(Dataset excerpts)
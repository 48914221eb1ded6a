import { and, eq, isNull } from 'drizzle-orm';
import { describe, expect, it } from 'vitest';
import { db } from '@/db';
import { notificationEmails } from '@/db/schema';
import { EMAIL_DIGEST_INTERVAL_MIN, flushEmailNotifications } from '@/lib/notifications/email';
import { notify } from '@/lib/notifications/notify';
import { unsubscribeToken } from '@/lib/notifications/unsubscribe-token';
import { sendMail } from '@/lib/mail';
import { MAIL_OUTBOX_URL } from '../helpers/env';
import { TestClient } from '../helpers/http';
import { waitForMail } from '../helpers/mail';
import { createRecipeVia } from '../helpers/recipes';
import { createUser, signedInClient } from '../helpers/users';
import type { StoredMessage } from '@/lib/mail/fake/server';
import { commentVia } from './helpers';

async function mailsTo(to: string): Promise<StoredMessage[]> {
  const res = await fetch(`${MAIL_OUTBOX_URL}/messages?to=${encodeURIComponent(to)}`);
  return ((await res.json()) as { messages: StoredMessage[] }).messages;
}

async function pending(userId: string) {
  return db
    .select()
    .from(notificationEmails)
    .where(and(eq(notificationEmails.userId, userId), isNull(notificationEmails.sentAt)));
}

const later = (minutes: number) => new Date(Date.now() + minutes * 60_000);

describe('notifications in the site', () => {
  it('counts unread notifications for the bell and marks them read', async () => {
    const { client: owner } = await signedInClient();
    const { client: reader } = await signedInClient();
    const recipe = await createRecipeVia(owner);
    await commentVia(reader, recipe.recipe.id, 'Lovely colour.');
    await reader.put(`/api/recipes/${recipe.recipe.id}/star`);
    expect((await owner.get('/api/notifications/unread')).body).toEqual({ unread: 2 });
    const list = await owner.get<{ items: { text: string; url: string; read: boolean }[] }>('/api/notifications');
    expect(list.body.items.map((i) => i.text)).toEqual([
      expect.stringMatching(/starred/),
      expect.stringMatching(/commented on/),
    ]);
    expect(list.body.items[1].url).toMatch(new RegExp(`^/recipes/${recipe.recipe.slug}#comment-`));
    expect((await owner.post('/api/notifications/read', {})).status).toBe(200);
    expect((await owner.get('/api/notifications/unread')).body).toEqual({ unread: 0 });
    expect((await reader.get('/api/notifications/unread')).body).toEqual({ unread: 0 });
    expect((await new TestClient().get('/api/notifications')).status).toBe(401);
  });
});

describe('notifications by e-mail', () => {
  it('delivers a comment notice to the SMTP fake with a one-click unsubscribe link that works without signing in', async () => {
    const { client: owner, user: ownerUser } = await signedInClient();
    const { client: reader } = await signedInClient();
    const recipe = await createRecipeVia(owner);
    await commentVia(reader, recipe.recipe.id, 'What yeast did you use?');
    await flushEmailNotifications();
    const mail = await waitForMail(ownerUser.email, (m) => m.subject.includes('commented on'));
    expect(mail.text).toContain('What yeast did you use?');
    expect(mail.text).toContain(`/recipes/${recipe.recipe.slug}#comment-`);
    // The fake keeps the parsed List-* headers together under `list`.
    const headers = JSON.stringify(mail.headers);
    expect(headers).toContain(`/api/unsubscribe?token=${ownerUser.id}.comment.`);
    expect(headers).toContain('List-Unsubscribe=One-Click');
    const link = mail.text.match(/Stop e-mails like this[^:]*: (\S+)/)![1];

    const anonymous = new TestClient();
    const res = await anonymous.fetch(new URL(link).pathname + new URL(link).search);
    expect(res.status).toBe(303);
    const landing = await anonymous.fetch(res.headers.get('location')!.replace(/^https?:\/\/[^/]+/, ''));
    expect(landing.status).toBe(200);
    expect(await landing.text()).toContain('You are unsubscribed');
    const settings = await owner.get<{ settings: { emailChoices: Record<string, boolean> } }>('/api/me/settings');
    expect(settings.body.settings.emailChoices).toMatchObject({ comment: false, star: true });

    // Comments no longer queue e-mails; stars still do.
    await commentVia(reader, recipe.recipe.id, 'Another question');
    await reader.put(`/api/recipes/${recipe.recipe.id}/star`);
    expect((await pending(ownerUser.id)).map((p) => p.kind)).toEqual(['star']);
  });

  it('takes the mail client’s one-click POST, refuses a forged token and lets the member undo', async () => {
    const user = await createUser();
    const client = new TestClient();
    const good = unsubscribeToken(user.id, 'star');
    const forged = unsubscribeToken(user.id, 'star').replace(/.$/, (c) => (c === 'A' ? 'B' : 'A'));
    const otherKind = good.replace('.star.', '.fork.');
    expect((await client.post(`/api/unsubscribe?token=${encodeURIComponent(forged)}`)).status).toBe(400);
    expect((await client.post(`/api/unsubscribe?token=${encodeURIComponent(otherKind)}`)).status).toBe(400);
    const oneClick = await client.fetch(`/api/unsubscribe?token=${encodeURIComponent(good)}`, {
      method: 'POST',
      headers: { 'content-type': 'application/x-www-form-urlencoded' },
      body: 'List-Unsubscribe=One-Click',
    });
    expect(oneClick.status).toBe(200);
    expect(await oneClick.json()).toMatchObject({ scope: 'star', email: false });
    const undo = await client.post(`/api/unsubscribe?token=${encodeURIComponent(good)}&resubscribe=1`);
    expect(undo.body).toMatchObject({ email: true });
  });

  it('gathers a member’s notices into one message at most every few minutes', async () => {
    const { client: ownerClient, user: owner } = await signedInClient();
    const actor = await createUser({ name: 'Busy Brewer' });
    const recipe = await createRecipeVia(ownerClient);
    await db.transaction(async (tx) => {
      for (const kind of ['comment', 'brewed', 'fork'] as const) {
        await notify(tx, {
          userId: owner.id,
          kind,
          actorId: actor.id,
          recipeId: recipe.recipe.id,
          url: `/recipes/${recipe.recipe.slug}`,
        });
      }
    });
    await flushEmailNotifications();
    const digest = await waitForMail(owner.email, (m) => m.subject === '3 new things on Kettlefork');
    expect(digest.text).toContain('Busy Brewer brewed');
    expect(digest.text).toContain('Busy Brewer forked your recipe');
    expect(JSON.stringify(digest.headers)).toContain(`/api/unsubscribe?token=${owner.id}.all.`);

    await db.transaction((tx) =>
      notify(tx, { userId: owner.id, kind: 'brewed', actorId: actor.id, recipeId: recipe.recipe.id, url: '/' }),
    );
    await flushEmailNotifications();
    expect(await pending(owner.id)).toHaveLength(1);
    expect(await mailsTo(owner.email)).toHaveLength(1);
    await flushEmailNotifications({ now: later(EMAIL_DIGEST_INTERVAL_MIN + 1) });
    await waitForMail(owner.email, (m) => m.id !== digest.id);
    expect(await pending(owner.id)).toHaveLength(0);
  });

  it('keeps notices queued while the SMTP server is down and delivers them when it is back', async () => {
    const owner = await createUser();
    const actor = await createUser({ name: 'Patient Brewer' });
    await db.transaction((tx) => notify(tx, { userId: owner.id, kind: 'brewed', actorId: actor.id, url: '/' }));
    const down = await flushEmailNotifications({
      send: async () => {
        throw new Error('connect ECONNREFUSED 127.0.0.1:25');
      },
    });
    expect(down.failed).toBeGreaterThanOrEqual(1);
    const [row] = await pending(owner.id);
    expect(row).toMatchObject({ attempts: 1, lastError: expect.stringContaining('ECONNREFUSED') });
    await flushEmailNotifications({ send: sendMail });
    await waitForMail(owner.email, (m) => m.subject.includes('Patient Brewer brewed'));
    // The failed attempt sent nothing, so the notice arrives exactly once.
    expect(await mailsTo(owner.email)).toHaveLength(1);
    expect(await pending(owner.id)).toHaveLength(0);
  });
});
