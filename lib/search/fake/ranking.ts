/**
 * Relevance as the engine's ranking rules give it, per document: each matched document is placed by
 * how many typos its matches needed (`typo`), in which searchable attribute its words were found,
 * earlier ones first (`attribute`), and how many query words it holds exactly rather than as a prefix
 * or with a typo (`exactness`), in the order the index's `rankingRules` name them. `words` is the same
 * for every document of one query (all its words must match), and `proximity` is not modelled.
 * Custom `attribute:asc|desc` ranking rules are not modelled either.
 *
 * A document's place depends on nothing but the document and the query, never on the rest of the
 * index, so a query's matches can be kept and brought up to date one written document at a time
 * (`MatchCache`), exactly as a fresh search would order them.
 */
import { distance } from 'fastest-levenshtein';
import type { SearchResult } from 'minisearch';

/** A document's relevance: rules ranked before `sort`, and those after it; higher is better. */
export interface Relevance {
  beforeSort: number;
  afterSort: number;
}

const BUCKET_RULES = new Set(['typo', 'attribute', 'exactness']);
/** Each bucket is a whole number below this, so buckets fold into one number without overlap. */
const BUCKET_RANGE = 1_000;

export interface QueryShape {
  /** Query words, already processed like the index's terms. */
  terms: string[];
  /** Searched fields, in attribute order. */
  fields: string[];
  /** Typos each query word may have. */
  typos: (term: string) => number;
  rankingRules: string[];
}

/** The earliest of `fields` in the searched order, or the number of searched fields when none is searched. */
function firstField(fields: string[], order: string[]): number {
  let first = order.length;
  for (const name of fields) {
    const at = order.indexOf(name);
    if (at >= 0 && at < first) first = at;
  }
  return first;
}

/** The typo, attribute and exactness buckets of one matched document (lower is better for all three). */
function buckets(result: SearchResult, shape: QueryShape): Record<'typo' | 'attribute' | 'exactness', number> {
  const match = result.match;
  let typo = 0;
  let attribute = 0;
  let inexact = 0;
  const last = shape.terms.length - 1;
  shape.terms.forEach((term, i) => {
    // The word itself: no typo and exact, so only the attribute is left to compare.
    const own = Object.hasOwn(match, term) ? match[term] : undefined;
    if (own) {
      attribute += firstField(own, shape.fields);
      return;
    }
    let best = { typos: Infinity, field: Infinity };
    for (const word in match) {
      let typos = 0;
      if (!(i === last && word.startsWith(term))) {
        typos = distance(term, word);
        if (typos > shape.typos(term)) continue;
      }
      const field = firstField(match[word], shape.fields);
      if (typos < best.typos || (typos === best.typos && field < best.field)) best = { typos, field };
    }
    typo += Number.isFinite(best.typos) ? best.typos : shape.typos(term);
    attribute += Number.isFinite(best.field) ? best.field : shape.fields.length;
    inexact += 1;
  });
  const cap = (n: number) => Math.min(n, BUCKET_RANGE - 1);
  return { typo: cap(typo), attribute: cap(attribute), exactness: cap(inexact) };
}

/** Folds the buckets in the ranking rules' order into the two numbers the comparator reads. */
export function relevanceOf(result: SearchResult, shape: QueryShape): Relevance {
  const values = buckets(result, shape);
  let beforeSort = 0;
  let afterSort = 0;
  let seenSort = false;
  for (const rule of shape.rankingRules) {
    if (rule === 'sort') seenSort = true;
    else if (BUCKET_RULES.has(rule)) {
      const value = values[rule as keyof typeof values];
      if (seenSort) afterSort = afterSort * BUCKET_RANGE + (BUCKET_RANGE - 1 - value);
      else beforeSort = beforeSort * BUCKET_RANGE + (BUCKET_RANGE - 1 - value);
    }
  }
  return { beforeSort, afterSort };
}

/** Best first: higher relevance before the sort rules, then after them, then the earlier slot. */
export function compareRelevance(a: Relevance, b: Relevance, slotA: number, slotB: number): number {
  return b.beforeSort - a.beforeSort || b.afterSort - a.afterSort || slotA - slotB;
}

/** One kept query: every matching slot (no filter applied), best first, and each one's relevance. */
export interface KeptMatch {
  order: number[];
  relevance: Map<number, Relevance>;
}

/**
 * Runs a query on a text index (the whole index's, or one holding a single document); with
 * `only`, documents outside it are never scored.
 */
export type TextSearch<I> = (index: I, shape: QueryShape, only?: (slot: number) => boolean) => SearchResult[];

/** A query's matches among the documents `only` admits (all when absent), best first. */
function matchesOf<I>(search: TextSearch<I>, index: I, shape: QueryShape, only?: (slot: number) => boolean): KeptMatch {
  const relevance = new Map<number, Relevance>();
  const ranked = search(index, shape, only).map((result) => {
    const place = relevanceOf(result, shape);
    relevance.set(result.id as number, place);
    return { slot: result.id as number, place };
  });
  ranked.sort((a, b) => compareRelevance(a.place, b.place, a.slot, b.slot));
  return { order: ranked.map((entry) => entry.slot), relevance };
}

/** How many recently seen queries are remembered, so the second asking of one may keep its matches. */
const SEEN_QUERIES = 512;

/**
 * Matches of recent queries over the whole index, kept until the settings change. A query is
 * scored among the filter's candidates only the first time it is asked, as most queries are never
 * asked again; asked again after matching many, it is kept. Every written document is taken out of each kept query
 * and, if it matches, put back in its place, which is found by searching that one document alone:
 * its relevance needs nothing else.
 */
export class MatchCache<I> {
  private readonly kept = new Map<string, { shape: QueryShape; match: KeptMatch }>();
  /** Recently asked queries not kept, with how many candidates they matched. */
  private readonly seen = new Map<string, number>();

  /**
   * `limit` queries at most, and no more than `slotBudget` matched documents in all (about 80 bytes
   * each), so an index of many documents keeps fewer queries; the least recently used go first. A
   * query is kept only when its first asking matched at least `keepFrom` candidates: then the filter
   * hardly narrowed it, and scoring it over the whole index costs about what each asking costs
   * anyway; a narrow one is cheaper to score among its candidates every time than to keep.
   */
  constructor(
    private readonly search: TextSearch<I>,
    private readonly limit: number,
    private readonly slotBudget: number,
    private readonly keepFrom: number,
  ) {}

  static keyOf(shape: QueryShape): string {
    return JSON.stringify([shape.terms, shape.fields]);
  }

  /**
   * A query's matches, best first, among the documents `candidates` admits (every document when
   * null): from the kept matches when the query is kept, else from `index`. The answer is shared:
   * read it, never change it.
   */
  get(shape: QueryShape, index: I, candidates: ((slot: number) => boolean) | null): KeptMatch {
    const key = MatchCache.keyOf(shape);
    const hit = this.kept.get(key);
    if (hit) {
      this.kept.delete(key);
      this.kept.set(key, hit);
      return filtered(hit.match, candidates);
    }
    const before = this.seen.get(key);
    if (before === undefined || before < this.keepFrom) {
      const direct = matchesOf(this.search, index, shape, candidates ?? undefined);
      this.seen.delete(key);
      this.seen.set(key, direct.order.length);
      if (this.seen.size > SEEN_QUERIES) this.seen.delete(this.seen.keys().next().value!);
      return direct;
    }
    this.seen.delete(key);
    const match = matchesOf(this.search, index, shape);
    this.kept.set(key, { shape, match });
    let slots = 0;
    for (const { match: each } of this.kept.values()) slots += each.order.length;
    while (this.kept.size > 1 && (this.kept.size > this.limit || slots > this.slotBudget)) {
      const [oldest, entry] = this.kept.entries().next().value!;
      slots -= entry.match.order.length;
      this.kept.delete(oldest);
    }
    return filtered(match, candidates);
  }

  /** Takes `slot` out of every kept query. */
  remove(slot: number): void {
    for (const { match } of this.kept.values()) {
      const place = match.relevance.get(slot);
      if (!place) continue;
      match.order.splice(this.position(match, place, slot), 1);
      match.relevance.delete(slot);
    }
  }

  /** Puts `slot` into every kept query it matches; `alone(fields)` is an index holding only its document. */
  add(slot: number, alone: (fields: string[]) => I): void {
    for (const { shape, match } of this.kept.values()) {
      const [result] = this.search(alone(shape.fields), shape);
      if (!result) continue;
      const place = relevanceOf(result, shape);
      match.order.splice(this.position(match, place, slot), 0, slot);
      match.relevance.set(slot, place);
    }
  }

  clear(): void {
    this.kept.clear();
    this.seen.clear();
  }

  /** Where `slot` with relevance `place` stands (or would stand) in the order: a binary search. */
  private position(match: KeptMatch, place: Relevance, slot: number): number {
    let lo = 0;
    let hi = match.order.length;
    while (lo < hi) {
      const mid = (lo + hi) >>> 1;
      const other = match.order[mid];
      if (compareRelevance(match.relevance.get(other)!, place, other, slot) < 0) lo = mid + 1;
      else hi = mid;
    }
    return lo;
  }
}

function filtered(match: KeptMatch, candidates: ((slot: number) => boolean) | null): KeptMatch {
  return candidates ? { order: match.order.filter(candidates), relevance: match.relevance } : match;
}
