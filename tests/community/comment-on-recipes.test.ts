import { eq } from 'drizzle-orm';
import { describe, expect, it } from 'vitest';
import { db } from '@/db';
import { moderationActions } from '@/db/schema';
import { COMMENT_EDIT_WINDOW_MIN } from '@/lib/community/comments';
import { TestClient } from '../helpers/http';
import { createRecipeVia } from '../helpers/recipes';
import { signedInClient } from '../helpers/users';
import { ageAccount, backdateComment, commentsOf, commentVia } from './helpers';

describe('comments on recipes', () => {
  it('posts comments and replies one level deep, shown to everyone with Markdown kept as text', async () => {
    const { client: owner } = await signedInClient();
    const { client: reader } = await signedInClient();
    const recipe = await createRecipeVia(owner);
    const first = await commentVia(reader, recipe.recipe.id, 'Did you **mash out**?');
    expect(first.status).toBe(201);
    expect(first.body.held).toBe(false);
    const reply = await commentVia(owner, recipe.recipe.id, 'No, straight to the sparge.', first.body.comment.id);
    expect(reply.body.comment.parentId).toBe(first.body.comment.id);
    // A reply to a reply joins the same thread.
    const deeper = await commentVia(reader, recipe.recipe.id, 'Thanks!', reply.body.comment.id);
    expect(deeper.body.comment.parentId).toBe(first.body.comment.id);

    const list = await commentsOf(new TestClient(), recipe.recipe.id);
    expect(list).toHaveLength(1);
    expect(list[0].body).toBe('Did you **mash out**?');
    expect(list[0].replies.map((r) => r.body)).toEqual(['No, straight to the sparge.', 'Thanks!']);
    const page = await (await new TestClient().fetch(`/recipes/${recipe.recipe.slug}`)).text();
    expect(page).toContain('<strong>mash out</strong>');
  });

  it('refuses an empty comment, a reply to another recipe’s comment, and comments on recipes the member cannot see', async () => {
    const { client: owner } = await signedInClient();
    const { client: reader } = await signedInClient();
    const a = await createRecipeVia(owner);
    const b = await createRecipeVia(owner);
    const hidden = await createRecipeVia(owner, { visibility: 'private' });
    const empty = await commentVia(reader, a.recipe.id, '   ');
    expect(empty.status).toBe(400);
    expect(empty.body.error?.fields?.[0].path).toBe('body');
    const onB = await commentVia(reader, b.recipe.id, 'On b');
    const wrongThread = await commentVia(reader, a.recipe.id, 'Lost', onB.body.comment.id);
    expect(wrongThread.status).toBe(400);
    expect(wrongThread.body.error?.fields?.[0].path).toBe('parentId');
    expect((await commentVia(reader, hidden.recipe.id, 'Peek')).status).toBe(404);
    expect((await reader.get(`/api/recipes/${hidden.recipe.id}/comments`)).status).toBe(404);
    expect((await new TestClient().post(`/api/recipes/${a.recipe.id}/comments`, { body: 'anon' })).status).toBe(401);
  });

  it(`lets the author edit for ${COMMENT_EDIT_WINDOW_MIN} minutes, and nobody else`, async () => {
    const { client: owner } = await signedInClient();
    const { client: author } = await signedInClient();
    const { client: moderator } = await signedInClient('moderator');
    const recipe = await createRecipeVia(owner);
    const posted = await commentVia(author, recipe.recipe.id, 'OG was 1.050');
    const id = posted.body.comment.id;
    expect((await author.patch(`/api/comments/${id}`, { body: 'OG was 1.052' })).status).toBe(200);
    expect((await owner.patch(`/api/comments/${id}`, { body: 'hijack' })).status).toBe(403);
    expect((await moderator.patch(`/api/comments/${id}`, { body: 'hijack' })).status).toBe(403);
    await backdateComment(id, COMMENT_EDIT_WINDOW_MIN + 1);
    const late = await author.patch<{ error: { message: string } }>(`/api/comments/${id}`, { body: 'too late' });
    expect(late.status).toBe(403);
    expect(late.body.error.message).toMatch(/15 minutes/);
    expect((await commentsOf(author, recipe.recipe.id))[0].body).toBe('OG was 1.052');
  });

  it('lets the author or a moderator delete, keeping replies under a placeholder and logging the moderator', async () => {
    const { client: owner } = await signedInClient();
    const { client: author } = await signedInClient();
    const { client: moderator, user: mod } = await signedInClient('moderator');
    const recipe = await createRecipeVia(owner);
    const top = await commentVia(author, recipe.recipe.id, 'Top');
    await commentVia(owner, recipe.recipe.id, 'Reply', top.body.comment.id);
    const lone = await commentVia(author, recipe.recipe.id, 'Lone');
    expect((await owner.delete(`/api/comments/${lone.body.comment.id}`)).status).toBe(403);
    expect((await author.delete(`/api/comments/${top.body.comment.id}`)).status).toBe(200);
    expect((await moderator.delete(`/api/comments/${lone.body.comment.id}`)).status).toBe(200);
    const list = await commentsOf(new TestClient(), recipe.recipe.id);
    expect(list).toHaveLength(1);
    expect(list[0]).toMatchObject({ body: '', state: 'deleted', authorHandle: null });
    expect(list[0].replies.map((r) => r.body)).toEqual(['Reply']);
    const logged = await db
      .select()
      .from(moderationActions)
      .where(eq(moderationActions.targetId, lone.body.comment.id));
    expect(logged).toMatchObject([{ action: 'delete_comment', actorId: mod.id }]);
  });

  it('holds a new member’s link comment for review, visible only to its author and moderators, until a moderator publishes it', async () => {
    const { client: owner } = await signedInClient();
    const { client: newcomer } = await signedInClient();
    const { client: veteran, user: vet } = await signedInClient();
    const { client: moderator } = await signedInClient('moderator');
    await ageAccount(vet.id);
    const recipe = await createRecipeVia(owner);
    const held = await commentVia(newcomer, recipe.recipe.id, 'Cheap kettles at https://deals.example/kettles');
    expect(held.body.held).toBe(true);
    expect((await commentVia(newcomer, recipe.recipe.id, 'No link here')).body.held).toBe(false);
    expect((await commentVia(veteran, recipe.recipe.id, 'My notes: https://example.org/notes')).body.held).toBe(false);

    expect((await commentsOf(owner, recipe.recipe.id)).map((c) => c.body)).not.toContain(
      'Cheap kettles at https://deals.example/kettles',
    );
    expect((await commentsOf(newcomer, recipe.recipe.id)).find((c) => c.id === held.body.comment.id)?.state).toBe(
      'held',
    );
    const queue = await moderator.get<{ heldComments: { id: string }[] }>('/api/moderation/queue');
    expect(queue.body.heldComments.map((c) => c.id)).toContain(held.body.comment.id);

    expect(
      (await moderator.post(`/api/moderation/comments/${held.body.comment.id}`, { action: 'approve' })).status,
    ).toBe(200);
    const again = await moderator.post<{ error: { message: string } }>(
      `/api/moderation/comments/${held.body.comment.id}`,
      { action: 'approve' },
    );
    expect(again.status).toBe(409);
    expect((await commentsOf(owner, recipe.recipe.id)).map((c) => c.id)).toContain(held.body.comment.id);
  });

  it('rate limits comments per member', async () => {
    const { client: owner } = await signedInClient();
    const { client: chatty } = await signedInClient();
    const recipe = await createRecipeVia(owner);
    const statuses: number[] = [];
    for (let i = 0; i < 11; i++) statuses.push((await commentVia(chatty, recipe.recipe.id, `Comment ${i}`)).status);
    expect(statuses.slice(0, 10).every((s) => s === 201)).toBe(true);
    expect(statuses[10]).toBe(429);
  });
});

[WHAT IS REQUIRED]: Quote the data above from the line containing "expect(empty.body.error?.fields?.[0].path).toBe('body');" to the line containing "expect(late.status).toBe(403);", inclusive, and stop.

[RESPONSE FOR THIS EXERCISE]:
    expect(empty.body.error?.fields?.[0].path).toBe('body');
    const onB = await commentVia(reader, b.recipe.id, 'On b');
    const wrongThread = await commentVia(reader, a.recipe.id, 'Lost', onB.body.comment.id);
    expect(wrongThread.status).toBe(400);
    expect(wrongThread.body.error?.fields?.[0].path).toBe('parentId');
    expect((await commentVia(reader, hidden.recipe.id, 'Peek')).status).toBe(404);
    expect((await reader.get(`/api/recipes/${hidden.recipe.id}/comments`)).status).toBe(404);
    expect((await new TestClient().post(`/api/recipes/${a.recipe.id}/comments`, { body: 'anon' })).status).toBe(401);
  });

  it(`lets the author edit for ${COMMENT_EDIT_WINDOW_MIN} minutes, and nobody else`, async () => {
    const { client: owner } = await signedInClient();
    const { client: author } = await signedInClient();
    const { client: moderator } = await signedInClient('moderator');
    const recipe = await createRecipeVia(owner);
    const posted = await commentVia(author, recipe.recipe.id, 'OG was 1.050');
    const id = posted.body.comment.id;
    expect((await author.patch(`/api/comments/${id}`, { body: 'OG was 1.052' })).status).toBe(200);
    expect((await owner.patch(`/api/comments/${id}`, { body: 'hijack' })).status).toBe(403);
    expect((await moderator.patch(`/api/comments/${id}`, { body: 'hijack' })).status).toBe(403);
    await backdateComment(id, COMMENT_EDIT_WINDOW_MIN + 1);
    const late = await author.patch<{ error: { message: string } }>(`/api/comments/${id}`, { body: 'too late' });
    expect(late.status).toBe(403);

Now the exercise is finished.